Interestingly you could say that people who don’t care about all of this because they know they won’t be burdened by it, also play with the concept of life and death, concluding that what happens after they die is of no concern to them. The biggest problem we face is thus the lack of immediate feedback from a system we (people who do have a sense of what happens after they die) need to protect. It is also a basic good to try to protect that which is today, so a parent that ignores calls for vegetarism, using EVs, solar panels etc. (where they could do something) is simply saying to their kids : “screw you”.

Climate irresponsible parents basically don’t care what happens to their children

Lets say all lives have a price, but price is counted in days of our lives lived in freedom. There’s a lot to say about freedom as wel by the way, because some people use their freedom for good, others use it to damage other lives (like trophy hunters or drug dealers). The ‘utility’ angle towards people however has been tried and resulted in the invention of the term ‘euthenasia’, it is also of decreasing relevance because of AI, robotics and renewables, which combined can provide us with most the things we need, without anybodies assistance.

Say we want to device a control scheme for humanity so we move back towards our 1800 ecological environment. We would like to see :

  • No logging of pristine forrest
  • No hunting or trade in endangered animals
  • No degradation of land used by wild animals
  • No warming of the oceans, no acidification
  • Restoration of forrests, removal of dams
  • Return to 1800 CO2 levels through multiple approaches
    • Use of automated systems for planting/development
    • Use of carbon storing soil techniques
    • Use of renewable energy on land and oceans

Already there are many rules in place that will penalize people for doing damage, but usually it is against economic interests, so you can’t log without a permit, you can’t fish beyond your quotum. Laws are lobbied for and against things by people who do and who don’t give a damn about our futures. A truely active approach in securing life on this planet would involve much more direct intervention in what people try to do when they are either hungry or greedy.

Pricing of resources is not communicating the true cost.
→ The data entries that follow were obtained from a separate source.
/* SPDX-License-Identifier: MIT
 *
 * bench-geom.c — micro-benchmark of the profile operations in sim/sf-geom.c.
 *
 * Owns nothing beyond its own stack arrays and one GRand (freed at exit).
 * On a 300-cell lane profile with 0.5 m cells it times, with many
 * repetitions and g_get_monotonic_time:
 *   relax_full_us   a relaxation of the whole profile to rest after a random
 *                   disturbance of every cell;
 *   relax_local_us  one local relaxation after a single-cell deposit on a
 *                   profile at rest;
 *   deposit_face_us one dump face of about 20 m2 built into a void.
 * Each repetition starts from a fresh copy of the input; the time of the copy
 * alone is measured separately and taken off.  Output: `name_us=value` lines,
 * mean microseconds per operation.  The profiles are invented test shapes.
 * The seed is fixed, so every run does the same work.
 */
#include <math.h>
#include <stdio.h>
#include <string.h>

#include <glib.h>

#include "sf-geom.h"

enum { N_CELLS = 300 };
static const double DX_M = 0.5;
static const double X0_M = 0.0;
static const double TAN_REPOSE = 0.75355405010279419; /* 37 deg */
static const double TOL_M = 1e-9;

/* Ground of the benchmark lane: a bench at 0 m, a vertical 20 m highwall
 * down to the void floor from cell 150, the floor rising gently beyond. */
static void
make_ground (double *base)
{
  for (guint i = 0; i < N_CELLS; i++)
    base[i] = i < 150 ? 0.0 : -20.0 + 0.02 * (i - 150) * DX_M;
}

/* Mean microseconds per repetition of copying `src` into `dst`. */
static double
time_copy_us (double *dst, const double *src, guint reps)
{
  gint64 t0 = g_get_monotonic_time ();
  for (guint r = 0; r < reps; r++)
    {
      memcpy (dst, src, N_CELLS * sizeof (double));
      __asm__ __volatile__ ("" : : "r"(dst) : "memory"); /* keep the copy */
    }
  return (double) (g_get_monotonic_time () - t0) / reps;
}

int
main (void)
{
  double base[N_CELLS], start[N_CELLS], rest[N_CELLS], z[N_CELLS];
  g_autoptr (GRand) rng = g_rand_new_with_seed (4242);
  make_ground (base);

  /* (a) Loose spoil 0..3 m deep on every cell, relaxed over the whole lane. */
  for (guint i = 0; i < N_CELLS; i++)
    start[i] = base[i] + g_rand_double_range (rng, 0.0, 3.0);
  const guint reps_a = 2000;
  guint moves_a = 0;
  gint64 t0 = g_get_monotonic_time ();
  for (guint r = 0; r < reps_a; r++)
    {
      memcpy (z, start, sizeof z);
      moves_a = sf_heights_relax (z, base, N_CELLS, DX_M, TAN_REPOSE, 0, N_CELLS, TOL_M, NULL,
                                  NULL);
    }
  double full_us = (double) (g_get_monotonic_time () - t0) / reps_a;
  full_us -= time_copy_us (z, start, reps_a);
  memcpy (rest, z, sizeof z); /* the lane at rest */

  /* (b) 1 m2 dropped on one cell of the lane at rest, relaxed locally.  The
   * cell walks over the bench and the spoil so the work varies. */
  const guint reps_b = 200000;
  guint64 moves_b = 0;
  t0 = g_get_monotonic_time ();
  for (guint r = 0; r < reps_b; r++)
    {
      guint i = 20 + (r * 37) % 260;
      memcpy (z, rest, sizeof z);
      z[i] += 1.0 / DX_M;
      moves_b += sf_heights_relax (z, base, N_CELLS, DX_M, TAN_REPOSE, i, i + 1, TOL_M, NULL, NULL);
    }
  double local_us = (double) (g_get_monotonic_time () - t0) / reps_b;
  local_us -= time_copy_us (z, rest, reps_b);

  /* (c) A 20 m2 dump face from the highwall crest (cell 149) into the void. */
  for (guint i = 0; i < N_CELLS; i++)
    start[i] = base[i];
  const guint reps_c = 500000;
  guint front = 0;
  double unfit = 0;
  t0 = g_get_monotonic_time ();
  for (guint r = 0; r < reps_c; r++)
    {
      memcpy (z, start, sizeof z);
      unfit += sf_heights_deposit_face (z, N_CELLS, X0_M, DX_M, 149, 0.0, TAN_REPOSE,
                                        19.5 + 0.001 * (r % 1000), &front);
    }
  double face_us = (double) (g_get_monotonic_time () - t0) / reps_c;
  face_us -= time_copy_us (z, start, reps_c);

  printf ("cells=%d\n", N_CELLS);
  printf ("cell_m=%.2f\n", DX_M);
  printf ("relax_full_moves=%u\n", moves_a);
  printf ("relax_full_us=%.3f\n", full_us);
  printf ("relax_local_moves_mean=%.1f\n", (double) moves_b / reps_b);
  printf ("relax_local_us=%.3f\n", local_us);
  printf ("deposit_face_cells=%u\n", front - 149);
  printf ("deposit_face_us=%.3f\n", face_us);
  return unfit == 0.0 ? 0 : 1;
}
They do not regenerate spontaneously

It seems that the economic incentive has to be removed in most cases, and wierdly enough this is again tied in with fossil fuels. This is because if people need money they don’t have their own land to sustain themselves, and they depend on trade to get their food. This involves remote production of what they need, logistics, point of sale, and all these things are fossil fuel dependent (especially in poor countries). So in a way the damage done to nature is fossil fuel induced on every level.

As long as we are locally dependent on remote resources we need money to aquire those resources, and we need to extract that from others through trade

Besides incentivising or disincentivising the activities mentioned above, one should look at developing local support systems that have no fossil energy or banking component. So a solar basic income, communal or owned land for food production worked by people or machines. This removes the need for destructive economic activity.

Help to poor countries now comes as an indirect subsidy to EU or US or Chinese companies. It also means fossil fuel colonization, because once you sell a motorcycle in Africa, the gasoline sales will follow for quite a while. This in turn forces the owner to work for money, and this introduces the western economic system in every activity. The balance between owners and traders is pused to the side of the traders until there are no debt free owners anymore. This maximizes the control of the biggest traders, the banks.

The goal should be to push back from this ownerless situation to one where all things are owned by either local communities or individuals. Those that don’t benefit from or depend on a resource can’t own it. Those that do must own it. We earlier proposed the horizon rule, that no company could be owned by someone living beyond the horizon as seen from its office, or could serve customers beyond the horizon.